Cervical cancer is the second most common gynecological malignancy, which immensely threatens the wellbeing of women. However, the pathogenesis of cervical cancer is still unclear. Using tandem mass tags-labeled quantitative proteomic technology and bioinformatics tools, we analyzed the exfoliated cervical cells from the normal and cervical cancer groups to establish a cancer-specific protein profile, thereby identifying key proteins related to cervical oncogenesis. When compared with the normal group, a total of 351 differentially expressed proteins were identified in the cervical cancer group, including 247 up-regulated and 104 down-regulated proteins. Gene ontology function annotation revealed that the differentially expressed proteins were mainly involved in the single-multicellular organism process, multicellular organismal process, and negative regulation of biological process. These proteins were discerned to play a role in the extracellular membrane-bounded organelle, exosome of cell components, protein binding, structural molecule activity, and enzyme binding of molecular functions.
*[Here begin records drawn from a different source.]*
/** Feed molar flows of a flow reactor into `feed`, mol/s: per species, or total flow times mole fractions. */
function feedFlows(f: Obj, species: readonly string[], feed: Float64Array): void {
  if (f.flows !== undefined) {
    if (f.totalFlow !== undefined || f.moleFractions !== undefined) {
      throw new RateloomError('E_SCHEMA', 'give either "flows" or "totalFlow" with "moleFractions", not both', { path: ['feed'] });
    }
    const fl = obj(f.flows, ['feed', 'flows'], 'flows');
    for (const [s, q] of Object.entries(fl)) {
      const i = speciesIndex(s, species, ['feed', 'flows', s]);
      feed[i] = quantityToSI(q, 'molarFlow', ['feed', 'flows', s]);
      if (feed[i] < 0) throw new RateloomError('E_VALUE', 'a feed flow must not be negative', { path: ['feed', 'flows', s], fix: `Give the flow of '${s}' as zero or above.` });
    }
  } else {
    const total = positive(need(f, 'totalFlow', ['feed'], 'Add "totalFlow": "100 mol/s" and "moleFractions", or use "flows".'), 'molarFlow', ['feed', 'totalFlow'], 'total flow');
    const y = moleFractions(need(f, 'moleFractions', ['feed'], 'Add "moleFractions": { "A": 0.5, ... }.'), species);
    for (let i = 0; i < species.length; i++) feed[i] = y[i] * total;
  }
  if (!(feed.reduce((a, b) => a + b, 0) > 0)) throw new RateloomError('E_VALUE', 'the feed is empty', { path: ['feed'], fix: 'Give at least one species a flow above zero.' });
}

/** Mole fractions in species order; they must add up to 1. */
function moleFractions(v: unknown, sp: readonly string[]): number[] {
  const mf = obj(v, ['feed', 'moleFractions'], 'moleFractions');
  const y = new Array<number>(sp.length).fill(0);
  let sum = 0;
  for (const [s, q] of Object.entries(mf)) {
    const i = speciesIndex(s, sp, ['feed', 'moleFractions', s]);
    y[i] = num(q, ['feed', 'moleFractions', s], 0, 1, 'mole fraction');
    sum += y[i];
  }
  if (Math.abs(sum - 1) > 1e-6) {
    throw new RateloomError('E_VALUE', `mole fractions sum to ${sum}, not 1`, { path: ['feed', 'moleFractions'], fix: 'Make the mole fractions add up to 1.' });
  }
  return y;
}

/** The `target` block: exactly one of conversion, production and size. */
function caseTarget(top: Obj, species: readonly string[], kind: DesignReactorKind, inlet: CaseFeed): DesignTarget {
  const t = obj(need(top, 'target', [], 'Add "target": { "conversion": 0.8, "species": "A" }.'), ['target'], 'target');
  checkFields(t, ['conversion', 'production', 'size', 'species'], ['target']);
  const given = ['conversion', 'production', 'size'].filter((k) => t[k] !== undefined);
  if (given.length !== 1) {
    throw new RateloomError('E_SCHEMA', `the target needs exactly one of conversion, production, size (got ${given.length})`, {
      path: ['target'],
      fix: 'Give "conversion" (with "species"), "production" (with "species"), or "size".',
    });
  }
  if (t.conversion !== undefined) {
    const sp = need(t, 'species', ['target'], 'Name the key reactant: "species": "A".') as string;
    const i = speciesIndex(sp, species, ['target', 'species']);
    const X = num(t.conversion, ['target', 'conversion'], 0, 1, 'target conversion');
    if (!(X > 0 && X < 1)) throw new RateloomError('E_VALUE', 'target conversion must lie strictly between 0 and 1', { path: ['target', 'conversion'], fix: 'Give a conversion such as 0.8.' });
    // A batch always has its concentrations (batchConcentrations).
    const amount = kind === 'batch' ? (inlet.concentrations as Float64Array)[i] : inlet.feed[i];
    if (!(amount > 0)) throw new RateloomError('E_VALUE', `the key reactant '${sp}' is not in the feed`, { path: ['target', 'species'], fix: 'Choose a species present in the feed.' });
    return { kind: 'conversion', species: sp, value: X };
  }
  if (t.production !== undefined) {
    const sp = need(t, 'species', ['target'], 'Name the product: "species": "C".') as string;
    speciesIndex(sp, species, ['target', 'species']);
    const kindQ: QuantityKind = kind === 'batch' ? 'concentration' : 'molarFlow';
    return { kind: 'production', species: sp, value: positive(t.production, kindQ, ['target', 'production'], 'production target') };
  }
  const kq: QuantityKind = kind === 'packed-bed' ? 'mass' : kind === 'batch' ? 'time' : 'volume';
  return { kind: 'size', value: positive(t.size, kq, ['target', 'size'], 'size') };
}

/** The `tubes` block of a gas packed bed, SI. */
function caseTubes(raw: unknown, reactor: Reactor, pressure: number | undefined): TubeSpec {
  if (reactor.kind !== 'packed-bed' || reactor.phase !== 'gas') {
    throw new RateloomError('E_SCHEMA', 'tubes apply only to a gas-phase packed bed', { path: ['tubes'], fix: 'Remove "tubes" or use a gas packed-bed reactor.' });
  }
  const tb = obj(raw, ['tubes'], 'tubes');
  const names = ['innerDiameter', 'particleDiameter', 'voidFraction', 'bulkDensity', 'particleDensity', 'viscosity', 'allowedPressureDrop'] as const;
  checkFields(tb, names, ['tubes']);
  const p = (k: (typeof names)[number], q: QuantityKind) => positive(need(tb, k, ['tubes'], `Add "${k}".`), q, ['tubes', k], k);
  const tubes: TubeSpec = {
    innerDiameter: p('innerDiameter', 'length'),
    particleDiameter: p('particleDiameter', 'length'),
    voidFraction: num(need(tb, 'voidFraction', ['tubes'], 'Add "voidFraction": 0.4.'), ['tubes', 'voidFraction'], 0.05, 0.95, 'void fraction'),
    bulkDensity: p('bulkDensity', 'density'),
    particleDensity: p('particleDensity', 'density'),
    viscosity: p('viscosity', 'viscosity'),
    allowedPressureDrop: p('allowedPressureDrop', 'pressure'),
  };
  if (tubes.particleDiameter >= tubes.innerDiameter) {
    throw new RateloomError('E_VALUE', `the particle diameter (${tubes.particleDiameter} m) is not smaller than the tube diameter (${tubes.innerDiameter} m)`, {
      path: ['tubes', 'particleDiameter'],
      fix: 'Give a particle diameter well below the tube inner diameter.',
    });
  }
  // A gas case always has its pressure (inletPressure).
  const inlet = pressure as number;
  if (tubes.allowedPressureDrop >= inlet) {
    throw new RateloomError('E_VALUE', `the allowed pressure drop (${tubes.allowedPressureDrop} Pa) is not below the inlet pressure (${inlet} Pa)`, {
      path: ['tubes', 'allowedPressureDrop'],
      fix: 'Give an allowed pressure drop below the inlet pressure.',
    });
  }
  return tubes;
}

/** The pressure-drop parameter alpha given directly: 1/kg (packed bed) or 1/m3 (plug flow). */
function caseAlpha(top: Obj, reactor: Reactor): number {
  if (top.tubes !== undefined) throw new RateloomError('E_SCHEMA', 'give "tubes" or "pressureDrop", not both', { path: ['pressureDrop'], fix: 'With tubes, alpha is computed from the Ergun equation; remove "pressureDrop".' });
  if (reactor.phase !== 'gas' || (reactor.kind !== 'packed-bed' && reactor.kind !== 'plug-flow')) {
    throw new RateloomError('E_SCHEMA', 'pressure drop applies only to gas packed beds and plug-flow reactors', { path: ['pressureDrop'], fix: 'Remove "pressureDrop" for this reactor.' });
  }
  const pd = obj(top.pressureDrop, ['pressureDrop'], 'pressureDrop');
  checkFields(pd, ['alpha'], ['pressureDrop']);
  const a = quantityToSI(need(pd, 'alpha', ['pressureDrop'], 'Add "alpha": "0.002 1/kg".'), reactor.kind === 'packed-bed' ? 'alphaMass' : 'alphaVolume', ['pressureDrop', 'alpha']);
  if (!(a >= 0)) throw new RateloomError('E_VALUE', 'alpha must not be negative', { path: ['pressureDrop', 'alpha'], fix: 'Give alpha as zero or above.' });
  return a;
}

/** The `uncertainty` block, written over the defaults in `u`. */
function readUncertainty(raw: Obj, u: DesignCase['uncertainty']): void {
  checkFields(raw, ['draws', 'seed', 'levels', 'designLevel'], ['uncertainty']);
  if (raw.draws !== undefined) u.draws = wholeNumber(raw.draws, 'draws', OPTION_RANGES.draws.max);
  if (raw.seed !== undefined) u.seed = wholeNumber(raw.seed, 'seed', OPTION_RANGES.seed.max);
  if (raw.levels !== undefined) {
    if (!Array.isArray(raw.levels) || raw.levels.length === 0) throw new RateloomError('E_TYPE', 'levels must be a non-empty list such as [0.9, 0.95]', { path: ['uncertainty', 'levels'] });
    u.levels = raw.levels.map((l, i) => {
      const v = num(l, ['uncertainty', 'levels', i], 0, 1, 'level');
      if (!(v > 0.5 && v < 1)) throw new RateloomError('E_VALUE', `level ${v} must lie between 0.5 and 1 (for example 0.9 for P90)`, { path: ['uncertainty', 'levels', i] });
      return v;
    });
  }
  if (raw.designLevel !== undefined) {
    const v = num(raw.designLevel, ['uncertainty', 'designLevel'], 0, 1, 'design level');
    if (!(v >= 0.5 && v < 1)) {
      throw new RateloomError('E_VALUE', `design level ${v} must lie in [0.5, 1)`, {
        path: ['uncertainty', 'designLevel'],
        fix: 'Give the percentile the tubes are designed for as a fraction, for example 0.95 for P95 (0.5 designs for the median).',
      });
    }
    u.designLevel = v;
  }
}

/** A whole number in [0, max] at uncertainty.<key>. */
function wholeNumber(raw: unknown, key: 'draws' | 'seed', max: number): number {
  const v = num(raw, ['uncertainty', key], 0, max, key);
  if (!Number.isInteger(v)) throw new RateloomError('E_VALUE', `${key} must be a whole number`, { path: ['uncertainty', key], fix: `Give ${key} without a fractional part.` });
  return v;
}

/** The `heat` block: enthalpies, the mean heat capacity and, with `mode`, the energy-balance inputs. */
function loadHeat(h: Obj, kase: DesignCase, reactionIds: readonly string[]): NonNullable<DesignCase['heat']> {
  checkFields(h, ['reactionEnthalpy', 'heatCapacity', 'warnAbove', ...THERMAL_FIELDS], ['heat']);
  const thermal = h.mode !== undefined && h.mode !== 'isothermal' ? loadThermalCase(h, kase.species) : undefined;
  const re = h.reactionEnthalpy === undefined && thermal ? {} : obj(need(h, 'reactionEnthalpy', ['heat'], 'Add "reactionEnthalpy": { "r1": "-90 kJ/mol" }.'), ['heat', 'reactionEnthalpy'], 'reactionEnthalpy');
  const reactionEnthalpy = loadReactionEnthalpies(re, reactionIds);
  const heatCapacity = h.heatCapacity === undefined && thermal
    ? meanHeatCapacity(kase, thermal)
    : positive(need(h, 'heatCapacity', ['heat'], 'Add "heatCapacity": "35 J/(mol K)".'), 'molarHeatCapacity', ['heat', 'heatCapacity'], 'heat capacity');
  return {
    reactionEnthalpy,
    heatCapacity,
    warnAbove: h.warnAbove !== undefined ? positive(h.warnAbove, 'temperatureDifference', ['heat', 'warnAbove'], 'warning limit') : 10,
    ...(thermal ? { thermal } : {}),
  };
}

/** Mean molar heat capacity of the feed at its temperature from the per-species values, J/(mol K). */
function meanHeatCapacity(kase: DesignCase, th: ThermalCase): number {
  const amounts = kase.reactor.kind === 'batch' ? kase.concentrations ?? kase.feed : kase.feed;
  let total = 0;
  let sum = 0;
  amounts.forEach((a, j) => {
    const h = th.heatCapacities[j];
    total += a;
    if (h) sum += a * (h.form === 'constant' ? h.cp : cpAt(h, kase.temperature));
  });
  return total > 0 && sum > 0 ? sum / total : NaN;
}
The results of Kyoto Encyclopedia of Genes and Genomes signaling pathway enrichment proved that these differentially expressed proteins were mainly involved in PI3K -Akt, ECM-receptor interaction, complement and coagulation cascades, and other signaling pathways. Particularly, peroxiredoxin-2 may be involved in cervical tumor oncogenesis through inhibition of apoptosis signaling. Significance: In this study, we determined that the proteins of the cervical cancer group exhibited qualitative and quantitative changes, and a total of 351 differentially expressed proteins were identified. The functions and signaling pathways of these differentially expressed proteins have laid a theoretical foundation for elucidating the molecular mechanism of cervical cancer.